Тут ворон встревожился, будто понял, что речь о нём. Захлопал крыльями, зашагал по приборной панели.

— Верный, ищи Марту! — воскликнул он. — Не останавливайся, пока не отыщешь. Ты должен её защитить, приказ ясен?

— Да будь я проклят, — сказал Карл, — этот голос кажется мне знакомым. Вольфрам, ну-ка говори, где ты провёл все эти годы? Кто отдал приказ?

— Не оставляй Марту! — сурово сказал ворон, глядя чёрными бусинками глаз. — Защитить любой ценой.

И добавил другим, мягким голосом:

— Милая птичка, ты голодна? Сейчас покормлю моего хорошего. Кушай, красавчик.

— Ах ты, безмозглый пучок перьев, — сказал сквозь зубы Карл. — Неужто не сообразишь, чего я от тебя хочу? У кого ты жил?

— Милая птичка голодна, — упрямо произнёс ворон.

— Ну так хлопай отсюда крыльями и раздобудь себе пожрать! — посоветовал Карл, открывая дверцу. — Всё, от этого дурня ничего не добиться, идём.

Они выбрались и зашагали по грязи, проваливаясь мало не по щиколотку. Дождь к этому времени превратился в морось, не страшную, но противную, окутывающую липкой влагой.

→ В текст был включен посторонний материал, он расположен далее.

def _expected_change(family: RankOneFamily, points: list[BoundaryPoint], gain: float) -> int | None:
    """Change of the unstable count across ``gain`` predicted by the crossing directions.

    A well-conditioned crossing moves one real pole (at s = 0 or z = ±1) or a
    conjugate pair across the boundary, outward when the boundary speed is positive.
    None when some crossing there is ill-conditioned or only touches.
    """
    change = 0
    tolerance = gain_tolerance(family, gain)
    for point in points:
        if abs(point.gain - gain) > tolerance:
            continue
        if not point.exact or not point.gain_uncertainty <= 1e-6 * max(abs(gain), family.gain_scale):
            return None
        change += (1 if point.point.imag == 0.0 else 2) * (1 if point.speed > 0 else -1)
    return change


def _quick_probe(family: RankOneFamily, exact_points: list[BoundaryPoint]) -> tuple[list[float], np.ndarray, int]:
    """The merged crossing gains, the values to classify them at, and how many pieces there are.

    The values are the current value, one representative inside each piece, and two
    (four without crossings) far out on the unbounded ends.
    """
    v0 = family.current_value
    gains = _merge_gains(family, [p.gain for p in exact_points])
    reach = _piece_reach(family, gains)
    if gains and _changes_are_exact(family, exact_points, gains):
        # every crossing is well-conditioned and v0 is on none: the count at v0 is carried across
        # them (see _carried_counts); the far ends verify it. No count of the pieces themselves.
        return gains, np.array([v0, gains[0] - 10 * reach, gains[-1] + 10 * reach]), 0
    if gains:
        representatives = [gains[0] - reach] + [0.5 * (a + b) for a, b in zip(gains[:-1], gains[1:])] + [gains[-1] + reach]
        far = [gains[0] - 10 * reach, gains[-1] + 10 * reach]
    else:
        representatives = [v0]
        far = [v0 - 10 * reach, v0 - reach, v0 + reach, v0 + 10 * reach]
    return gains, np.array([v0] + representatives + far), len(representatives)


def _changes_are_exact(family: RankOneFamily, exact_points: list[BoundaryPoint], gains: list[float]) -> bool:
    """True when the count change across every crossing gain is known exactly and v0 lies on none."""
    v0 = family.current_value
    if any(abs(v0 - gain) <= gain_tolerance(family, gain) for gain in gains):
        return False
    return all(_expected_change(family, exact_points, gain) is not None for gain in gains)


def _carried_counts(family: RankOneFamily, exact_points: list[BoundaryPoint], gains: list[float], current: int,
                    far_counts) -> list[int] | None:
    """Piece counts carried from the count at v0 across the exact crossings; None if the far ends disagree.

    Across a well-conditioned crossing the count changes by the crossing directions
    (:func:`_expected_change`): exact, so one eigenvalue call at v0 fixes every piece. The
    counts far out on both unbounded ends, computed independently, must equal the carried
    ones (and no count may leave 0..n); a crossing the structured method missed breaks that.
    """
    changes = [_expected_change(family, exact_points, gain) for gain in gains]
    start = sum(1 for gain in gains if gain < family.current_value)  # the piece holding v0
    counts = [0] * (len(gains) + 1)
    counts[start] = current
    for k in range(start, len(gains)):
        counts[k + 1] = counts[k] + changes[k]
    for k in range(start - 1, -1, -1):
        counts[k] = counts[k + 1] - changes[k]
    size = family.state_count
    if not all(0 <= c <= size for c in counts) or counts[0] != int(far_counts[0]) or counts[-1] != int(far_counts[1]):
        return None
    return counts


def _full_probe(family: RankOneFamily, gains: list[float]) -> tuple[list[float], np.ndarray, int]:
    """:func:`_quick_probe`'s values with one representative per piece (no counts carried)."""
    reach = _piece_reach(family, gains)
    representatives = [gains[0] - reach] + [0.5 * (a + b) for a, b in zip(gains[:-1], gains[1:])] + [gains[-1] + reach]
    far = [gains[0] - 10 * reach, gains[-1] + 10 * reach]
    return gains, np.array([family.current_value] + representatives + far), len(representatives)
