"""Estimator gains by pole assignment (duality), estimator forms, observability per pole, refusals.

Reference cases are numbered as in /work/shared/reference-cases.md (estimator section: 19–22).
"""

import numpy as np
import pytest
import sympy as sp
from hypothesis import given, settings
from hypothesis import strategies as st

from gainboard.core import (
    EstimatorError,
    PlacementError,
    Plant,
    analyze_observability,
    assign_estimator_poles,
    assign_poles,
    check_estimator_gain,
    discretize_zero_order_hold,
    estimator_dual_plant,
    estimator_entry_intervals,
    estimator_entry_locus,
    estimator_error_matrix,
    reduced_order_coordinates,
)

# Reference case 19: a pendulum-like plant measuring the second state.
PENDULUM = Plant(A=[[0.0, 20.6], [1.0, 0.0]], B=[[1.0], [0.0]], C=[[0.0, 1.0]])
DOUBLE_INTEGRATOR = Plant(A=[[0.0, 1.0], [0.0, 0.0]], B=[[0.0], [1.0]], C=[[1.0, 0.0]],
                          state_names=("position", "velocity"))


def _characteristic(matrix):
    return np.poly(np.asarray(matrix))


def test_pendulum_estimator_with_both_poles_at_minus_ten_matches_hand_derived_gain():
    result = assign_estimator_poles(PENDULUM, [-10.0, -10.0])
    # Case 19: det(sI − A + LC) = s² + l2·s + l1 − 20.6 = (s + 10)² → L = [120.6, 20]ᵀ (derived by hand).
    np.testing.assert_allclose(result.gain, [[120.6], [20.0]], rtol=1e-12)
    np.testing.assert_allclose(_characteristic(estimator_error_matrix(PENDULUM, result.gain)), [1.0, 20.0, 100.0],
                               rtol=1e-12)
    assert result.form == "full-order" and result.design == "pole assignment"
    assert result.observable and result.unobservable_poles.size == 0


def test_double_integrator_position_estimator_gain_is_sum_and_product_of_poles():
    # det(sI − A + LC) = s² + l1 s + l2 for A = [[0, 1], [0, 0]], C = [1, 0] (derived by hand):
    # poles p1, p2 → l1 = −(p1 + p2), l2 = p1·p2. Here p = −3 ± 4j → L = [6, 25]ᵀ.
    result = assign_estimator_poles(DOUBLE_INTEGRATOR, [-3 + 4j, -3 - 4j])
    np.testing.assert_allclose(result.gain, [[6.0], [25.0]], rtol=1e-12)
    assert result.error_poles[0] == np.conj(result.error_poles[1])  # exact conjugates, common practice, no source


def test_third_order_estimator_is_the_transpose_of_the_dual_textbook_state_feedback_gain():
    # Case 1 (Ogata, Modern Control Engineering, Example 10-1, from memory): A1, B1, poles −2±4j, −10 → K = [199, 55, 8].
    # Case 20 (Kalman's duality): the estimator for (A1ᵀ, B1ᵀ) with the same poles is L = Kᵀ.
    A1 = np.array([[0.0, 1.0, 0.0], [0.0, 0.0, 1.0], [-1.0, -5.0, -6.0]])
    B1 = np.array([[0.0], [0.0], [1.0]])
    plant = Plant(A=A1.T, B=np.eye(3)[:, :1], C=B1.T)
    result = assign_estimator_poles(plant, [-2 + 4j, -2 - 4j, -10.0])
    np.testing.assert_allclose(result.gain, [[199.0], [55.0], [8.0]], rtol=1e-10)
    dual_state_feedback = assign_poles(Plant(A=A1, B=B1), [-2 + 4j, -2 - 4j, -10.0]).gain
    np.testing.assert_allclose(result.gain, dual_state_feedback.T, rtol=1e-12)


def test_sympy_characteristic_polynomial_confirms_assigned_estimator_poles_of_a_two_output_plant(rng):
    A = rng.normal(size=(3, 3))
    C = rng.normal(size=(2, 3))
    plant = Plant(A=A, B=np.ones((3, 1)), C=C)
    targets = [-1.0, -2.0 + 1.0j, -2.0 - 1.0j]
    result = assign_estimator_poles(plant, targets)
    # sympy as the reference: det(sI − (A − LC)) in exact rationals of the computed entries.
    s = sp.symbols("s")
    matrix = sp.Matrix(np.array(estimator_error_matrix(plant, result.gain)).tolist()).applyfunc(sp.nsimplify)
    coefficients = [float(c) for c in sp.Poly((s * sp.eye(3) - matrix).det(), s).all_coeffs()]
    np.testing.assert_allclose(coefficients, np.real(np.poly(targets)), rtol=1e-9, atol=1e-9)


# -- sampled forms ---------------------------------------------------------------------------

T = 0.1
SAMPLED_DOUBLE_INTEGRATOR = discretize_zero_order_hold(DOUBLE_INTEGRATOR, T)


def test_deadbeat_prediction_estimator_of_the_sampled_double_integrator_matches_hand_derivation():
    # Case 9: Φ = [[1, T], [0, 1]]. det(zI − Φ + LC) = z² + (l1 − 2) z + (1 − l1 + T l2) (derived by hand):
    # deadbeat needs l1 = 2, l2 = 1/T.
    result = assign_estimator_poles(SAMPLED_DOUBLE_INTEGRATOR, [0.0, 0.0], form="prediction")
    np.testing.assert_allclose(result.gain, [[2.0], [1.0 / T]], rtol=1e-10)
    error = estimator_error_matrix(SAMPLED_DOUBLE_INTEGRATOR, result.gain, "prediction")
    np.testing.assert_allclose(error @ error, np.zeros((2, 2)), atol=1e-12)  # (Φ − LC)² = 0: deadbeat


def test_deadbeat_current_estimator_of_the_sampled_double_integrator_matches_hand_derivation():
    # Current estimator error e[k+1] = (Φ − LCΦ) e[k] (Franklin, Powell & Workman, Digital Control, ch. 8, from
    # memory). With CΦ = [1, T]: det(zI − Φ + LCΦ) = z² + (l1 + T l2 − 2) z + (1 − l1) (derived by hand):
    # deadbeat needs l1 = 1, l2 = 1/T.
    result = assign_estimator_poles(SAMPLED_DOUBLE_INTEGRATOR, [0.0, 0.0], form="current")
    np.testing.assert_allclose(result.gain, [[1.0], [1.0 / T]], rtol=1e-10)
    assert result.form == "current" and "Current estimator" in result.note


def test_prediction_and_current_gains_with_the_same_poles_differ_by_the_state_matrix(rng):
    # Same error poles: eig(Φ − L_p C) = eig(Φ − L_c CΦ) holds for L_p = Φ L_c (substitute; derived by hand).
    plant = Plant(A=rng.normal(size=(3, 3)) * 0.5, B=rng.normal(size=(3, 1)), C=rng.normal(size=(1, 3)),
                  sample_time=0.05)
    targets = [0.2, 0.3 + 0.1j, 0.3 - 0.1j]
    prediction = assign_estimator_poles(plant, targets, form="prediction").gain
    current = assign_estimator_poles(plant, targets, form="current").gain
    np.testing.assert_allclose(prediction, plant.A @ current, rtol=1e-8, atol=1e-10)


# -- reduced-order -----------------------------------------------------------------------------


def test_reduced_order_estimator_of_the_velocity_has_gain_minus_its_pole():
    # Measured position, estimated velocity: Ā_bb = 0, Ā_ab = 1, error pole −L_r (Luenberger 1964; derived by hand).
    result = assign_estimator_poles(DOUBLE_INTEGRATOR, [-5.0], form="reduced-order")
    np.testing.assert_allclose(result.gain, [[5.0]], rtol=1e-12)
    coordinates = reduced_order_coordinates(DOUBLE_INTEGRATOR)
    assert coordinates.direct and coordinates.names == ("velocity",)


def test_reduced_order_coordinates_for_mixed_outputs_use_an_orthonormal_complement(rng):
    plant = Plant(A=rng.normal(size=(4, 4)), B=rng.normal(size=(4, 1)), C=rng.normal(size=(2, 4)))
    coordinates = reduced_order_coordinates(plant)
    assert not coordinates.direct and coordinates.names == ("z1", "z2")
    # T T⁻¹ = I and the top rows of T are C (definition of the coordinates).
    np.testing.assert_allclose(coordinates.transform @ coordinates.inverse, np.eye(4), atol=1e-12)
    np.testing.assert_allclose(coordinates.transform[:2], plant.C, atol=0)
    result = assign_estimator_poles(plant, [-1.0, -2.0], form="reduced-order")
    np.testing.assert_allclose(np.sort(np.linalg.eigvals(estimator_error_matrix(plant, result.gain, "reduced-order"))
                                       .real), [-2.0, -1.0], rtol=1e-9)


def test_reduced_order_estimator_refuses_feedthrough_dependent_outputs_and_full_measurement():
    with pytest.raises(EstimatorError, match="needs D = 0"):
        reduced_order_coordinates(Plant(A=np.eye(2), B=[[1.0], [0.0]], C=[[1.0, 0.0]], D=[[1.0]]))
    with pytest.raises(EstimatorError, match="nothing is left to estimate"):
        reduced_order_coordinates(Plant(A=np.eye(2), B=[[1.0], [0.0]]))
    with pytest.raises(EstimatorError, match="independent outputs"):
        reduced_order_coordinates(Plant(A=np.eye(3), B=np.ones((3, 1)), C=[[1.0, 1.0, 0.0], [2.0, 2.0, 0.0]]))


# -- refusals in estimator words ---------------------------------------------------------------

HIDDEN = Plant(A=[[-1.0, 0.0], [0.0, -2.0]], B=[[1.0], [1.0]], C=[[1.0, 0.0]], state_names=("seen", "hidden"))


def test_estimator_refuses_to_move_an_unobservable_pole_and_names_it():
    with pytest.raises(PlacementError, match=r"pole -2 cannot be moved by the estimator \(unobservable"):
        assign_estimator_poles(HIDDEN, [-5.0, -6.0])
    # Keeping the hidden pole is accepted (PBH test: only the seen mode moves).
    result = assign_estimator_poles(HIDDEN, [-5.0, -2.0])
    np.testing.assert_allclose(np.sort(result.error_poles.real), [-5.0, -2.0], rtol=1e-12)
    assert not result.observable and result.unobservable_poles.tolist() == [-2.0]


def test_estimator_refuses_a_pole_repeated_more_often_than_there_are_outputs():
    plant = Plant(A=np.diag([1.0, 2.0, 3.0]), B=np.ones((3, 1)), C=[[1.0, 1.0, 0.0], [0.0, 1.0, 1.0]])
    with pytest.raises(PlacementError, match="requested 3 times but the plant has only 2 independent outputs"):
        assign_estimator_poles(plant, [-1.0, -1.0, -1.0])


def test_estimator_refuses_repeats_its_observability_indices_forbid_in_estimator_words():
    # Case 22 (Jaulin, scipy's tests): (A, B) with controllability indices (3, 1). Its dual plant (Aᵀ, Bᵀ)
    # has observability indices (3, 1): two double poles give only 2 distinct values < 3 (Rosenbrock).
    A = np.array([[0, 7, 0, 0], [0, 0, 0, 7 / 3], [0, 0, 0, 0], [0, 0, 0, 0]], dtype=float)
    B = np.eye(4)[:, 2:]
    plant = Plant(A=A.T, B=np.ones((4, 1)), C=B.T)
    with pytest.raises(PlacementError, match="observability indices"):
        assign_estimator_poles(plant, [-2.0, -2.0, -3.0, -3.0])
    result = assign_estimator_poles(plant, [-3.0, -1.0, -2.0 + 1j, -2.0 - 1j])  # case 22's achievable set
    assert result.accurate


def test_estimator_refuses_a_wrong_number_of_poles_non_finite_ones_and_bad_forms():
    with pytest.raises(PlacementError, match="3 estimator poles were given but 2 estimator poles"):
        assign_estimator_poles(PENDULUM, [-1.0, -2.0, -3.0])
    with pytest.raises(PlacementError, match="2 estimator poles were given but 1 reduced-order"):
        assign_estimator_poles(DOUBLE_INTEGRATOR, [-1.0, -2.0], form="reduced-order")
    with pytest.raises(PlacementError, match="not a finite number"):
        assign_estimator_poles(PENDULUM, [-1.0, float("nan")])
    with pytest.raises(EstimatorError, match="not for a continuous plant"):
        assign_estimator_poles(PENDULUM, [-1.0, -2.0], form="current")
    with pytest.raises(EstimatorError, match="not for a sampled plant"):
        assign_estimator_poles(SAMPLED_DOUBLE_INTEGRATOR, [0.1, 0.2], form="full-order")
    with pytest.raises(EstimatorError, match="unknown estimator form"):
        assign_estimator_poles(PENDULUM, [-1.0, -2.0], form="sideways")
    feedthrough = Plant(A=[[0.5]], B=[[1.0]], C=[[1.0]], D=[[0.5]], sample_time=0.1)
    with pytest.raises(EstimatorError, match="current estimator needs D = 0"):
        assign_estimator_poles(feedthrough, [0.1], form="current")


def test_a_lonely_complex_estimator_pole_gets_its_conjugate_and_the_note_says_so():
    result = assign_estimator_poles(DOUBLE_INTEGRATOR, [-3 + 4j])
    np.testing.assert_allclose(result.gain, [[6.0], [25.0]], rtol=1e-12)  # as in the hand-derived case above
    assert "Added the missing conjugate" in result.note


def test_estimator_gain_of_the_wrong_shape_is_refused_with_the_expected_shape():
    with pytest.raises(EstimatorError, match="L is 1×2 but must be 2×1"):
        check_estimator_gain(PENDULUM, [[1.0, 2.0]])
    with pytest.raises(EstimatorError, match="L_r is 2×1 but must be 1×1"):
        check_estimator_gain(DOUBLE_INTEGRATOR, [[1.0], [2.0]], "reduced-order")
    with pytest.raises(EstimatorError, match="non-finite"):
        check_estimator_gain(PENDULUM, [[1.0], [float("inf")]])


@settings(max_examples=40, deadline=None)
@given(seed=st.integers(0, 2**32 - 1), n=st.integers(1, 6), p=st.integers(1, 3),
       sampled=st.booleans(), current=st.booleans())
def test_assigned_estimator_poles_are_the_eigenvalues_of_the_error_matrix(seed, n, p, sampled, current):
    rng = np.random.default_rng(seed)
    p = min(p, n)
    plant = Plant(A=rng.normal(size=(n, n)), B=rng.normal(size=(n, 1)), C=rng.normal(size=(p, n)),
                  sample_time=0.1 if sampled else None)
    form = ("current" if current else "prediction") if sampled else "full-order"
    radius = 0.5 if sampled else 3.0
    targets = -radius * rng.uniform(0.2, 1.0, size=n) if not sampled else radius * rng.uniform(-1, 1, size=n)
    result = assign_estimator_poles(plant, targets, form=form)
    # Duality (case 20): the error poles are eig of the error matrix, checked against numpy's eigvals directly,
    # and the reported poles are what numpy finds (the result never claims more than it achieved).
    achieved = np.sort_complex(np.linalg.eigvals(estimator_error_matrix(plant, result.gain, form)))
    scale = max(np.linalg.norm(plant.A, 2), 1.0) * (1 + np.linalg.norm(result.gain, 2))
    assert np.max(np.abs(achieved - np.sort_complex(result.error_poles))) <= 1e-8 * scale * n
    if result.accurate:
        assert np.max(np.abs(achieved - np.sort_complex(targets.astype(complex)))) <= 1e-6 * scale * n
    else:
        assert "Warning" in result.note


# -- one entry of L at a time, through duality -------------------------------------------------


def test_stable_range_of_each_pendulum_estimator_entry_matches_routh_hurwitz():
    # s² + l2 s + (l1 − 20.6): stable iff l2 > 0 and l1 > 20.6 (Routh–Hurwitz for a quadratic, Ogata sec. 5-6).
    intervals = estimator_entry_intervals(PENDULUM, [[120.6], [20.0]])
    assert intervals[(0, 0)].intervals[0][0] == pytest.approx(20.6, rel=1e-10)
    assert intervals[(0, 0)].intervals[0][1] == np.inf
    assert intervals[(1, 0)].intervals[0][0] == pytest.approx(0.0, abs=1e-10)
    assert intervals[(1, 0)].entry == (1, 0)
    bounds, locus = estimator_entry_locus(PENDULUM, [[120.6], [20.0]], 1, 0, entry_range=(0.0, 40.0))
    assert locus.entry == (1, 0) and locus.gains[0] == 0.0 and locus.gains[-1] == 40.0
    with pytest.raises(EstimatorError, match="outside L"):
        estimator_entry_locus(PENDULUM, [[120.6], [20.0]], 2, 0)


def test_dual_plant_of_the_current_estimator_uses_c_times_a():
    dual = estimator_dual_plant(SAMPLED_DOUBLE_INTEGRATOR, "current")
    # eig(A − LCA) = eig(Aᵀ − (CA)ᵀ Lᵀ) (transposition; derived by hand)
    np.testing.assert_allclose(dual.B.T, SAMPLED_DOUBLE_INTEGRATOR.C @ SAMPLED_DOUBLE_INTEGRATOR.A, atol=0)
    assert dual is estimator_dual_plant(SAMPLED_DOUBLE_INTEGRATOR, "current")  # kept per plant for the caches


# -- observability per pole ----------------------------------------------------------------------


def test_observability_report_names_the_hidden_pole_its_states_and_detectability():
    report = analyze_observability(HIDDEN)
    # PBH: [λI − A; C] loses rank at λ = −2 (column 2 of C is zero there); derived by hand.
    assert not report.observable and report.detectable
    hidden = [mode for mode in report.modes if not mode.observable]
    assert len(hidden) == 1 and hidden[0].pole == -2.0 and hidden[0].hidden_states == ("hidden",)
    assert "decays by itself" in hidden[0].explanation
    unstable = analyze_observability(Plant(A=[[-1.0, 0.0], [0.0, 2.0]], B=[[1.0], [1.0]], C=[[1.0, 0.0]]))
    assert not unstable.detectable and "measure more" in unstable.note


def test_observability_report_of_an_observable_plant_lets_every_pole_move():
    report = analyze_observability(PENDULUM)
    assert report.observable and report.detectable and all(mode.observable for mode in report.modes)
    assert report.observability_margin > 0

Ворон негодовал и хлопал крыльями, когда они уходили, но не полетел следом, остался под крышей, в сухости.

Ружьё пришлось тоже бросить, но его Карл спрятал между стволами жмущихся друг к другу деревьев, забросав жухлой прошлогодней травой. Как он пояснил, на экипаж могли наткнуться, так что ничего ценного там оставлять не стоило.

— А всё-таки любопытно, почему ворон говорил про Марту, — задумчиво сказал Прохвост. — Может, его вправду кто-то за ней послал? Кто бы это мог быть?

— Не переоценивай птичьи мозги, — фыркнул Карл. — Он может повторять за другими, и иногда кажется, что выходит даже складно, да только он не соображает, что несёт. Верный, надо же. Чтоб вы знали, мы так назвали починенного волка, только зверь тот давно переплавлен. Когда господин Ульфгар расправился с мальчишкой, мы с Эдом решили, что так безопаснее. Нам-то этот волк был ни к чему.

Он сделал ещё несколько шагов, потёр задумчиво подбородок и обернулся к Хитринке:

— Так как, говоришь, звали твою мать?

— Никак не говорю. Мой никчёмный папаша… то есть, он мне и вовсе никто, наверное — словом, бабушку и деда никто не поставил в известность, кто такова была моя мать.

— А жаль, — сказал Карл. — Потому что уж больно интересно всё сходится, кроме дат. Ведь Ковар, когда у меня жил, с ума сходил по какой-то людской девчонке. А вот как её звали, я уж и позабыл. Берта, кажется. Да и ты теперь мне кажешься на него похожей: такая же угрюмая рожа.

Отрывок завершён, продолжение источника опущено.